そんな人たちが集まってる部屋が、くっさくないわけがないから。今だって、そんな部屋には入りたくないね。
:でも、あんなに泣いたのに、ムダだったよ。
:普段、人前では行儀のいい子供だったからねえ。お父さんもびっくりしたと思うよ。わたしが「ギャー」って泣いてまで何かを嫌がるなんて、まずやったことなかったから。なんでそこまで泣くのかも全然わかんなかっただろうし。

:その後から、もう社員旅行には連れて行ってもらえなくなった。お母さんには「あんたが泣いたから」って言われた。
:そうだったね。今のわたしは憶えてなくて、大人になって母親から聞いた話なんだけど。その時の社員旅行だったのか、その前の時の社員旅行だったのか、スイカ割りをやったらしいんだ。それで、切ったスイカをみんなに配ってくれたってね。
:うん。もらった。
:でもさ、スイカあんまり好きじゃないよね。
:うん。
:いらないとは言えなかったんだ?
:うん。好きじゃないけど、食べられないわけじゃないから。
:で、正座して食べてたって。だから父親が同僚の人たちに「おまえのとこは随分厳しくしつけてるんだな」って言われたって。
:でも、家でお父さんに何か命令されるとかはないよ。お母さんはいろいろ言うけど、お父さんから怒られたこともないし。

:なんか空気読んじゃう子供だったんだよねぇ。お父さんに恥かかせたくない、みたいな? その子供がギャン泣きしたんだから、異常事態ではあったわけだ。その事件の後は、幼稚園に行く歳になった弟が連れて行ってもらってたね。自分が連れて行かれなくなったことでガッカリってことはなかった?
:うん。どうしても行きたいって気持ちもなかったし。でもやっぱり、泣かない方がよかったのかな。
:いや、そこまで聞き分けのいい子供でいる必要はないんだよ。大人の言うことを素直に聞くことは大事なんだけど、おかしいな、イヤだな、って感じた自分の気持ちを表現することも大事だから。そうしないと、自分は本当はどう感じているのか、っていうのがわからなくなるよ。
まあ、同じ連れていかれなくなるんだったら、泣くだけじゃなくて、「お父さんの部屋は臭いからイヤだった」って言えてたら、何か変わっていたかもねえ。


【ギャン泣きしてまで拒否したかったもの】


昭和の時代は喫煙率が高く、とにかくオフィスの仕事中でも会議中でも、バスや新幹線の中でさえも、タバコの煙が漂っているのが当たり前でした。
もちろん、社員旅行の部屋でも、子供がいようがいまいが関係なくタバコが吸われていました。けれど、親に連れてこられた子供には、親のいる部屋以外に泊まるという選択肢はありません。

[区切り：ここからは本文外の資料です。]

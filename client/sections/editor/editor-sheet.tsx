import { type RefObject, useId, useMemo, useState } from 'react';
import { type Shape } from '#geometry/shapes/shape.ts';
import { formatLength, type Units, useUnits } from '#client/app/units.ts';
import { layoutDimensions } from '#client/drawing/dimension-layout.ts';
import { type PlacedSectionDimension } from '#client/drawing/dimension-lines.tsx';
import { drawSection } from '#client/drawing/section-drawing.ts';
import { dimensionRoom, sectionDimensions } from '#client/drawing/section-dimensions.ts';
import { SheetFrame } from '#client/drawing/sheet-frame.tsx';
import { gridStepMm } from '#client/drawing/sheet-grid.tsx';
import { type SheetLayout } from '#client/drawing/sheet-layout.ts';
import { SheetRemarks } from '#client/drawing/sheet-remarks.tsx';
import { scaleWords, sheetRemarks } from '#client/drawing/sheet-words.ts';
import { TitleBlock, type TitleBlockFields } from '#client/drawing/title-block.tsx';
import { DimensionButtons, isTyped, type TypedDimensionId } from './dimension-buttons.tsx';
import { DimensionInput } from './dimension-input.tsx';
import { dimensionValue } from './dimension-value.ts';
import { type EditorAction, type EditorState } from './editor-state.ts';
import { handleIds, type HandleId } from './handle-ids.ts';
import { handlePoint } from './handle-points.ts';
import { dimensionsOf } from './handle-words.ts';
import { Handles } from './handles.tsx';
import { type SheetSettings } from './sheet-settings.ts';
import { SheetViews } from './sheet-views.tsx';
import { type SheetControl } from './use-sheet-view.ts';

export interface EditorSheetProps {
  readonly element: RefObject<SVGSVGElement | null>;
  readonly layout: SheetLayout;
  readonly control: SheetControl;
  readonly state: EditorState;
  readonly dispatch: (action: EditorAction) => void;
  readonly settings: SheetSettings;
  readonly onSettings: (change: Partial<SheetSettings>) => void;
  readonly title: TitleBlockFields;
  readonly ghost: Shape | null;
  /** False for readers: the sheet shows the section and changes nothing. */
  readonly enabled: boolean;
}

/** The drawing sheet as a form: the section with its handles and live dimensions, and the view along the chord. */
export function EditorSheet(props: EditorSheetProps) {
  const { element, layout, control, state, dispatch, settings, title, enabled } = props;
  const { chordMm } = state.present;
  const { transform } = control;
  const units = useUnits();
  const [selected, setSelected] = useState<HandleId | null>(null);
  const dimensions = useDimensions(props, units);
  const typing = useTyping(dimensions, element);
  const gridMm = settings.grid ? gridStepMm(transform, chordMm, units) : null;
  const remarks = useMemo(() => sheetRemarks({ ...settings, units, gridMm }), [settings, units, gridMm]);
  return (
    <div className="relative h-full w-full" data-testid="sheet">
      <svg
        ref={element}
        viewBox={`0 0 ${layout.width} ${layout.height}`}
        width={layout.width * layout.scale}
        height={layout.height * layout.scale}
        role="group"
        aria-label="Drawing sheet"
        className="block touch-pan-y select-none data-panning:cursor-grabbing data-panning:[&_[data-handle]]:pointer-events-none"
      >
        <SheetFrame layout={layout} />
        <Drawing
          {...props}
          units={units}
          gridMm={gridMm}
          dimensions={dimensions}
          selected={selected}
          typing={typing}
        />
        <SheetRemarks layout={layout} remarks={remarks} />
        <TitleBlock
          layout={layout}
          fields={title}
          chord={formatLength(chordMm, units)}
          scale={scaleWords(transform, chordMm, settings.exaggeration)}
        />
        {enabled && (
          <Handles
            {...{ layout, transform, state, dispatch, selected, units }}
            snap={settings.snap}
            onSelect={setSelected}
          />
        )}
      </svg>
      {typing.dimension && (
        <DimensionInput
          key={typing.dimension.id}
          dimension={typing.dimension}
          layout={layout}
          present={state.present}
          value={dimensionValue(state.present, typing.dimension.id)}
          onCommit={(field, value) => dispatch({ type: 'set', field, value })}
          onLeave={typing.leave}
        />
      )}
    </div>
  );
}

interface DrawingProps extends EditorSheetProps {
  readonly units: Units;
  readonly gridMm: number | null;
  readonly dimensions: readonly PlacedSectionDimension[];
  readonly selected: HandleId | null;
  readonly typing: ReturnType<typeof useTyping>;
}

/** Both views and the texts of the dimensions, cut off at the frame. */
function Drawing(props: DrawingProps) {
  const {
    layout,
    control,
    state,
    settings,
    onSettings,
    ghost,
    enabled,
    units,
    gridMm,
    dimensions,
    selected,
    typing,
  } = props;
  const { shape, chordMm } = state.present;
  const clip = useId();
  const inHand = state.drag?.handle ?? selected;
  const live = useMemo(() => (enabled ? dimensionsOf(inHand, shape) : []), [enabled, inHand, shape]);
  return (
    <>
      <clipPath id={clip}>
        <rect {...layout.drawing} />
      </clipPath>
      <g clipPath={`url(#${clip})`}>
        <SheetViews
          {...{ layout, settings, onSettings, units, chordMm, ghost, gridMm, dimensions, live }}
          transform={control.transform}
          drawing={drawSection(shape)}
        />
        <DimensionButtons
          dimensions={dimensions}
          live={live}
          editing={typing.dimension?.id ?? null}
          enabled={enabled}
          onEdit={typing.start}
        />
      </g>
    </>
  );
}

/** The dimensions of the section as it is now, each at its place. */
function useDimensions({ state, control, layout, enabled }: EditorSheetProps, units: Units) {
  const { shape, chordMm } = state.present;
  const inHand = state.drag?.handle ?? null;
  const { transform } = control;
  return useMemo(() => {
    const drawing = drawSection(shape);
    const handles = enabled ? handleIds(shape).flatMap((handle) => handlePoint(shape, handle) ?? []) : [];
    // The tag beside the pointer says what a leader of the handle in hand would say.
    const said = dimensionsOf(inHand, shape);
    const specs = sectionDimensions({ drawing, transform, chordMm, units }).filter(
      ({ id, kind }) => kind !== 'leader' || !said.includes(id),
    );
    return layoutDimensions(specs, dimensionRoom(layout, drawing, transform, handles));
  }, [shape, chordMm, units, transform, layout, enabled, inHand]);
}

/** Which dimension is being typed; Tab goes through them in their order. */
function useTyping(dimensions: readonly PlacedSectionDimension[], element: RefObject<SVGSVGElement | null>) {
  const [id, setId] = useState<TypedDimensionId | null>(null);
  const typed = dimensions.filter(isTyped);
  const at = typed.findIndex((dimension) => dimension.id === id);
  const leave = (step: -1 | 0 | 1) => {
    const next = step === 0 || at < 0 ? undefined : typed[at + step];
    setId(next?.id ?? null);
    if (!next && id !== null) focusDimension(element.current, id);
  };
  return { dimension: typed[at], start: setId, leave };
}

/** After typing, the focus goes back to the dimension, once it is a button again. */
function focusDimension(svg: SVGSVGElement | null, id: string): void {
  requestAnimationFrame(() => {
    if (document.activeElement === document.body)
      svg?.querySelector<SVGElement>(`[data-dimension="${id}"]`)?.focus();
  });
}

今思えば、その独特の臭さは好きではないけれど、ある程度慣れていたはずでした。父親が家でも普通にタバコを吸っていたからです。
ではなぜ、この時は父親たちの部屋に行きたくなかったのか。

当時、小学生だった自分には言語化できなかったのですが、今ならその本当の理由はこれだったな、というものが思い当たります。

それは、あの男性ばかりがいる部屋で、自分だけが子供で、女だという、ただ一人異質であることを感じていたからです。存在を危ぶまれるような思いをしたとか、そんなことは全くありません。むしろ、気を遣われていたように思います。
しかし、何しろ居心地が悪い。身の置き所がない。そして臭い。
お姉さんたちの部屋が、居心地がよくて楽しかったのは、自分と同じ属性の人たちといられて、安心だったからです。

当時、父親は30代半ばでした。小学生の子供が、まさかそんなことを感じていたなんて、想像もできず、ただただ戸惑ったことでしょう。わたしが激しく泣いた理由がわからないので、また泣かれるのを嫌い、それ以降、社員旅行に連れていくのをやめたのでは、と思いますが、もしかすると異性の子供の親離れを感じたからかもしれません。

母親には、連れていかれないのは泣いたせいだ、と言われましたが、それは「男」や「父親」という存在に逆らってはいけないという固定観念があったからでは、と思われます。
そう言う母親も、本来は自己主張の激しい性格であるため、日々、身に降りかかる理不尽さと闘っていたらしいことは、わたしが大人になってから聞かされました。

普段は従順な子供がなぜか激しく逆らった、その「なぜ」を子供本人に問いかけてもらえたらよかったかな、と思います。そして、子供本人も「なぜ」のところを何でもいいので言う。聞き入れてもらえないかもしれないけど、とにかく言う。それは、自分自身のために

でも、なかなかうまく自己主張ができないまま育っていっちゃったんだな、わたしは。